Saturday, 2 April 2016

In a devastated Turkish town, teenagers dream of joining the Kurdish guerrillas

A family walk by a vehicle, which was damaged during the clashes between security forces and Kurdish militants, in Baglar district in the Kurdish-dominated south-eastern city of Diyarbakir.

Ahmet, 21, walks past a house where a man is smearing wet concrete on a wall riddled with bullet holes. A young girl balances over a massive mine crater that scars the street, filled with debris and muddy water.
“Look what this war has done to the neighbourhood,” Ahmet says, greeting the girl with a nod.

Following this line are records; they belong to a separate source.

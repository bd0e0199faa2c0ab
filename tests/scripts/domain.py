#!/usr/bin/python3
"""The rate kernel over the whole accepted domain.

Runs build/tests/domain_probe ($VG_BUILD/tests/domain_probe) and checks:
  - over 10^6 random points of the domain the config accepts and its 864
    corners (the draws are described in tests/tools/domain_probe.c): no
    kernel error, no NaN or Inf in any defined field of vg_rates or in any
    metric, fill values exactly where docs/theory.md (section 5) puts them,
    the invariants of vg_rate.h (flags, window order, fraction in [0, 1],
    total = elastic + assisted);
  - random grids through vg_sweep_run at 1 and 2 threads: bit-identical to
    each other and to direct vg_rate_eval calls;
  - a stratified sample of about 300 of those points against an mpmath
    reference at 30 digits written here from the formulas of the Marcus-
    Levich-Jortner rate (Jortner, J. Chem. Phys. 64, 4860, 1976; Marcus &
    Sutin, BBA 811, 265, 1985):
        k_n = (2 pi/hbar) V^2 (4 pi lam kT)^(-1/2) W_n exp(-(eps - lam - n hw)^2 / (4 lam kT))
        thermal W_n = exp(-S coth(b/2)) exp(n b/2) I_|n|(S / sinh(b/2)),  b = hw/kT
        frozen  W_n = exp(-S) S^n / n!  (n >= 0)
    The Bessel values come from Miller's backward recurrence
    I_{k-1} = I_{k+1} + (2k/x) I_k (A&S 9.6.26; stable downward, I_n being
    the minimal solution), started far above both x and the largest order
    needed, and normalised by the generating function
    sum_n exp(n b/2) I_|n|(x) = exp(x cosh(b/2)) = exp(S coth(b/2)) (A&S 9.6.33),
    i.e. sum_n W_n = 1; the recurrence itself is checked against
    mpmath.besseli.  Constants from the exact SI 2019 definitions of h, e and
    k (CODATA 2018 prints k_B = 8.617333262e-5 eV/K and
    hbar = 6.582119569e-16 eV s, the same values rounded to 10 digits).

Channel window of the reference (its own, not the kernel's): the terms are
log-concave in n, so their peak lies between the Gaussian's centre
(eps - lam)/hw and the weights' centre S; the window runs M channels beyond
both, M = 12 (sigma_g + sigma_w) + 30 with sigma_g = sqrt(2 lam kT)/hw and
sigma_w = sqrt(S coth(b/2)) (thermal) or sqrt(S) (frozen), and is accepted
only if both edge terms are below 1e-40 of the sum and fall outward (so the
rest of each side is smaller still); otherwise it is doubled.  The window
is capped at 200000 channels (the kernel refuses |n| > 10^5; accepted
inputs need a few 10^4): a point needing more would be reported, not
skipped silently.

Tolerance.  The kernel documents (vg_rate.h, docs/theory.md 4.2) that the
channels it leaves out change the assisted and total rates by less than the
point's tolerance tol (relative), i.e. their logs by less than tol; the
elastic and bare rates are not truncated.  On top of that the logs carry
double rounding: a handful of operations on quantities as large as
Q = max(1, |ln P|, the Gaussian exponent and |ln W_n| at the elastic channel
and at the largest assisted channel), each good to one ulp, plus about two
ulps per channel for the terms formed as products of neighbour ratios
(docs/theory.md 4.2a) over the C channels of the reference's window that
hold 1 - 1e-30 of the sum.  The limit on |ln k - ln k_ref| is therefore
    tol (assisted, total only) + 64 eps Q + 4 eps C,   eps = 2^-52,
a relative agreement of about 1.4e-14 of Q where |ln k| is large (Q reaches
~1e9 at 1 K with 0.1 meV reorganization, where a double holds ln k only to
~1e-7 absolute).  The assisted fraction f = 1/(1 + exp(-D)) with
D = ln k_assisted - ln k_elastic moves by f (1 - f) dD, so it must agree to
tol + 4 eps + f (1 - f) 2 (64 eps Q + 4 eps C) (absolute).

Prints one "PASS: what" or "FAIL: what: why" line per check.
"""
import math
import os
import subprocess
import sys
import tempfile
import time

import mpmath as mp

mp.mp.dps = 30
EPS = 2.0 ** -52
MAX_CHANNELS = 200000
# Exact defining constants of the SI (2019): h, e, k (BIPM SI Brochure, 9th ed.).
SI_H = mp.mpf("6.62607015e-34")
SI_E = mp.mpf("1.602176634e-19")
SI_K = mp.mpf("1.380649e-23")
KB_MEV = SI_K / SI_E * 1000          # meV / K
HBAR_EVS = SI_H / (2 * mp.pi * SI_E)  # eV s

BUILD = os.environ.get("VG_BUILD", "build")
PROBE = os.path.join(BUILD, "tests", "domain_probe")
FIELDS = ["ln_k_elastic", "ln_k_assisted", "ln_k_total", "ln_k_bare", "ln_fc_elastic",
          "ln_fc_assisted", "ln_fc_total", "ln_fc_bare", "assisted_fraction"]

failures = 0


def report(ok, what, why=""):
    """One PASS or FAIL line; failures counted for the exit status."""
    global failures
    failures += not ok
    print(("PASS: %s" % what) if ok else ("FAIL: %s: %s" % (what, why)))


# ------------------------------------------------------------ the probe ---

def run_probe(sample_path):
    res = subprocess.run([PROBE, "-o", sample_path], capture_output=True, text=True, check=False)
    if res.returncode != 0:
        report(False, "domain_probe ran", "exit %d: %s" % (res.returncode, res.stderr.strip()))
        sys.exit(1)
    counts, details = {}, []
    for line in res.stdout.splitlines():
        if line.startswith("detail: "):
            details.append(line[8:])
            continue
        words = line.split()
        counts[" ".join(words[:-1])] = int(words[-1])
    return counts, details


def check_counts(c, details):
    """The probe's tallies: every one must be zero but the sizes."""
    n = c["points"]
    why = "; ".join(details[:5])
    report(n >= 10 ** 6, "domain_probe evaluated %d points (10^6 random + 864 corners)" % n)
    report(c["kernel_errors"] == 0, "no kernel error at any accepted point (%d points)" % n,
           "%d errors: %s" % (c["kernel_errors"], why))
    for key in sorted(k for k in c if k.startswith("nonfinite_")):
        kind, name = key.split()
        report(c[key] == 0, "no NaN or Inf in %s %s (%d points)"
               % ("metric" if kind == "nonfinite_metric" else "field", name, n),
               "%d non-finite: %s" % (c[key], why))
    report(c["fill_rule_violations"] == 0, "fill values exactly where docs/theory.md section 5 "
           "puts them (V = 0, S = 0)", "%d violations: %s" % (c["fill_rule_violations"], why))
    report(c["invariant_violations"] == 0, "flags, n_lo <= n_peak <= n_hi, fraction in [0, 1], "
           "total = elastic + assisted within 2 tol", "%d violations: %s"
           % (c["invariant_violations"], why))
    print("note: %d undefined logs (zero rates) hold NaN (allowed by vg_rate.h; not in any "
          "output)" % c["undefined_logs_nan"])
    g, p, split = c["sweep_grids"], c["sweep_points"], c["sweep_split_grids"]
    report(c["sweep_failures"] == 0 and p >= 3000, "vg_sweep_run over %d random grids "
           "(%d points) succeeded at 1 and 2 threads" % (g, p), why)
    # threads share a chunk only in blocks of 1024 points (src/sweep.c)
    report(split >= 3, "%d of those grids have chunks above 1024 points, which the two "
           "threads share" % split, "too few to compare thread counts")
    report(c["sweep_thread_mismatches"] == 0, "sweep bit-identical at 1 and 2 threads "
           "(%d points)" % p, "%d differ: %s" % (c["sweep_thread_mismatches"], why))
    report(c["sweep_direct_mismatches"] == 0 and c["sweep_direct_errors"] == 0,
           "sweep bit-identical to direct vg_rate_eval + vg_metrics_from_rates (%d points)" % p,
           "%d differ, %d errors: %s" % (c["sweep_direct_mismatches"],
                                         c["sweep_direct_errors"], why))


# ------------------------------------------------------------ reference ---

def bessel_table(x, nmax):
    """I_0 .. I_nmax (x) up to one common factor, by Miller's recurrence
    from far above nmax and x (A&S 9.6.26)."""
    start = int(max(nmax, x) + 20 * mp.sqrt(x + 1) + 100)
    hi, cur = mp.mpf(0), mp.mpf(1)
    table = [None] * (nmax + 1)
    for k in range(start, 0, -1):  # cur = I_k, hi = I_{k+1}
        if k <= nmax:
            table[k] = cur
        hi, cur = cur, hi + (2 * k / x) * cur  # no overflow: mpf exponents are unbounded
    table[0] = cur
    return table, start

A member of the Civil Defence Units (YPS) – formerly known as the Patriotic Revolutionary Youth Movement (YDG-H) – Ahmet voices doubts about this new urban conflict in Turkey’s mainly Kurdish south-east. “I believe in autonomy, but these methods are wrong, they hurt us.”
Violence has escalated since a ceasefire between the government in Ankara and the outlawed Kurdistan Workers’ party (PKK) broke down last July, leaving a tentative three-year peace process in tatters and reviving a conflict that has cost more than 40,000 lives since it began in 1984.
“So many of my friends have died here,” says Ahmet, pointing vaguely at the narrow streets that now lie devastated. “Many of them were kids from Sur.” According to the Turkish general chief of staff, 279 militants were killed in the clashes in the central Sur district of Diyarbakir, as well as at least 60 soldiers and police officers. “Many believe they can take on the army, the Turkish state, because they carry a gun,” he says. “But the rich people don’t end up in the police or the army. It’s always the poor.”
In one of several attempts at self-rule in cities and towns across the region, activists announced local administrative autonomy for Sur in August last year. The government in Ankara responded with a violent crackdown, imposing blanket curfews on several towns, and Turkish security forces have deployed tanks and other heavy weaponry against armed Kurdish militants who have dug trenches and erected barricades.
Local residents are caught in the crossfire. According to a recent International Crisis Group report, at least 250 civilians are estimated to have been killed and more than 350,000 displaced. More curfews have been issued for the towns of Nusaybin, Sirnak and Yüksekova, where massive security operations are under way. The conflict reached the heart of the country when suicide bombers killed29 people in February, and another 37 in March in Ankara. The Kurdistan Freedom Falcons (Tak), a radical offshoot of the PKK, claimed responsibility for both bombings and vowed that attacks would continue in retaliation for security operations in the south-east.
In Sur, the military intervention officially came to an end on 10 March. The pro-government press declared victory, claiming that “Sur was cleansed of all terrorists”, but Aynur, a teacher in a primary school in central Diyarbakir, fears that the long-term costs of these operations will be high.
“The children feel totally disconnected from their country. They feel that the government sees them as enemies, not citizens,” she says. “Right now everyone is afraid, everyone is worried about staying alive. But once the dust will settle, in a year maybe or in two, fear will give way to anger.”
Those familiar with the region have long warned of a radicalisation among young Kurds in Turkey. Seraffetin Elçi, a well-known Kurdish politician originally from Cizre, who died in 2012, spoke of “tempest children” when describing this coming, angrier generation.
“We are the last generation with whom you can find a solution [to the Kurdish issue],” he told a parliamentary commission only months before his death. “After us comes one so angry that it will be difficult for them to make peace with the Turks, because … that generation sees Turks only as the gendarme, the police, the prosecutor, the judge, as those that beat them up and oppress them.”
Aynur agrees. In her class, she says, all the children sympathise with the Kurdish militants of the PKK’s youth wing, the YPS, who are fighting government forces in the cities. Names of fighters appear as admiring doodles on notebooks, and during breaks children imitate the “defence” of a “barricade” in the yard.